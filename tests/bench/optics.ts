/**
 * `npm run bench:optics`: the thin-film optics at the sizes a chamber run uses.
 *
 *  1. one 301-point spectrum (400–700 nm at 1 nm, unpolarised, one face) of a 7-layer stack
 *     with dispersive materials (ZrO₂ / SiO₂ / ITO), the characteristic-matrix method;
 *  2. a full layer-error fit (all 7 layers free, Levenberg–Marquardt) to a synthetic measured
 *     spectrum of the same stack with layer 4 deposited 6 % thick — which the fit rightly calls
 *     not identifiable (the 5 nm ITO between two ZrO₂ layers and the thin adhesion layer do not
 *     show separately) — and the fit of the four determinable layers (2, 3, 4, 7);
 *
 * each printed beside a plain loop over the same number of 2×2 complex matrix products
 * (four complex multiply-adds per product, on typed arrays, no allocation) measured in the same
 * run, as a ratio. Figures only; nothing is asserted.
 */
import { performance } from 'node:perf_hooks';
import { fitLayerErrors } from '../../src/lib/domain/optics/layer-fit.ts';
import { matrixProductsPerSpectrum, resolveStack, stackSpectrum, type StackSpec } from '../../src/lib/domain/optics/stack.ts';

const wl = Array.from({ length: 301 }, (_, i) => 400 + i);
const spec: StackSpec = {
  layers: [
    { index: { material: 'sio2' }, thicknessNm: 20 }, // adhesion layer
    { index: { material: 'zro2' }, thicknessNm: 16 },
    { index: { material: 'sio2' }, thicknessNm: 30 },
    { index: { material: 'zro2' }, thicknessNm: 60 },
    { index: { material: 'ito' }, thicknessNm: 5 }, // anti-static
    { index: { material: 'zro2' }, thicknessNm: 52 },
    { index: { material: 'sio2' }, thicknessNm: 90 },
  ],
  substrate: { material: 'hi-160' },
};
const design = resolveStack(spec, wl);
const products = matrixProductsPerSpectrum(design);

function time<T>(runs: number, f: () => T): { ms: number; out: T } {
  let out = f(); // warm-up
  const samples: number[] = [];
  for (let r = 0; r < runs; r++) {
    const t0 = performance.now();
    out = f();
    samples.push(performance.now() - t0);
  }
  samples.sort((a, b) => a - b);
  return { ms: samples[Math.floor(samples.length / 2)]!, out };
}

/** `count` products of 2×2 complex matrices accumulated into one (re, im interleaved). */
function matrixLoop(count: number): number {
  const m = new Float64Array([0.9, 0.1, 0.0, 0.3, 0.0, 0.2, 0.95, -0.05]);
  const acc = new Float64Array([1, 0, 0, 0, 0, 0, 1, 0]);
  const t = new Float64Array(8);
  for (let n = 0; n < count; n++) {
    for (let r = 0; r < 2; r++) {
      for (let c = 0; c < 2; c++) {
        let re = 0;
        let im = 0;
        for (let k = 0; k < 2; k++) {
          const ar = acc[(r * 2 + k) * 2]!;
          const ai = acc[(r * 2 + k) * 2 + 1]!;
          const br = m[(k * 2 + c) * 2]!;
          const bi = m[(k * 2 + c) * 2 + 1]!;
          re += ar * br - ai * bi;
          im += ar * bi + ai * br;
        }
        t[(r * 2 + c) * 2] = re;
        t[(r * 2 + c) * 2 + 1] = im;
      }
    }
    // renormalise so the numbers stay finite over long loops
    const s = 1 / Math.max(1e-300, Math.abs(t[0]!) + Math.abs(t[6]!));
    for (let i = 0; i < 8; i++) acc[i] = t[i]! * s;
  }
  return acc[0]!;
}

const spectrum = time(51, () => stackSpectrum(design));
const spectrumLoop = time(51, () => matrixLoop(products));

const measured = stackSpectrum(design, {}, [1, 1, 1, 1.06, 1, 1, 1]).reflectance.map((r) => r * 100);
const fit = time(5, () => fitLayerErrors({ design, measuredReflectancePct: measured }));
const fitProducts = fit.out.evaluations * products;
const fitLoop = time(5, () => matrixLoop(fitProducts));
const fit4 = time(5, () => fitLayerErrors({ design, measuredReflectancePct: measured, fitLayers: [1, 2, 3, 6] }));
const fit4Products = fit4.out.evaluations * products;
const fit4Loop = time(5, () => matrixLoop(fit4Products));

const ms = (x: number) => `${x.toFixed(3)} ms`;
console.log(
  `Optics benchmark — 7-layer stack, 301 wavelengths (400–700 nm), unpolarised (median of runs, Node ${process.version})`,
);
console.log(`  one spectrum (characteristic matrix, s + p):           ${ms(spectrum.ms)}`);
console.log(`  plain loop, ${products.toLocaleString('en')} 2×2 complex matrix products:     ${ms(spectrumLoop.ms)}`);
console.log(`  ratio spectrum / plain loop:                            ${(spectrum.ms / spectrumLoop.ms).toFixed(2)} ×`);
const verdict = (f: typeof fit.out) =>
  `layer 4 factor ${f.scales[3]!.toFixed(4)} (true 1.06), identifiable: ${f.identifiable}, κ = ${f.conditionNumber.toExponential(2)}`;
console.log(
  `  layer-error fit, all 7 layers (${fit.out.iterations} iterations, ${fit.out.evaluations} spectra): ${ms(fit.ms)}  → ${verdict(fit.out)}`,
);
console.log(`  plain loop, ${fitProducts.toLocaleString('en')} 2×2 complex matrix products:   ${ms(fitLoop.ms)}`);
console.log(`  ratio fit / plain loop:                                 ${(fit.ms / fitLoop.ms).toFixed(2)} ×`);
console.log(
  `  layer-error fit, layers 2, 3, 4, 7 (${fit4.out.iterations} iterations, ${fit4.out.evaluations} spectra): ${ms(fit4.ms)}  → ${verdict(fit4.out)}`,
);
console.log(`  plain loop, ${fit4Products.toLocaleString('en')} 2×2 complex matrix products:   ${ms(fit4Loop.ms)}`);
console.log(`  ratio fit / plain loop:                                 ${(fit4.ms / fit4Loop.ms).toFixed(2)} ×`);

-------------------------

§ **Problem statement**: Through the line that holds "layer do not", repeat the material above exactly, starting at its first line.

§ **Reply to the exercise**:
filename tests/bench/optics.ts
/**
 * `npm run bench:optics`: the thin-film optics at the sizes a chamber run uses.
 *
 *  1. one 301-point spectrum (400–700 nm at 1 nm, unpolarised, one face) of a 7-layer stack
 *     with dispersive materials (ZrO₂ / SiO₂ / ITO), the characteristic-matrix method;
 *  2. a full layer-error fit (all 7 layers free, Levenberg–Marquardt) to a synthetic measured
 *     spectrum of the same stack with layer 4 deposited 6 % thick — which the fit rightly calls
 *     not identifiable (the 5 nm ITO between two ZrO₂ layers and the thin adhesion layer do not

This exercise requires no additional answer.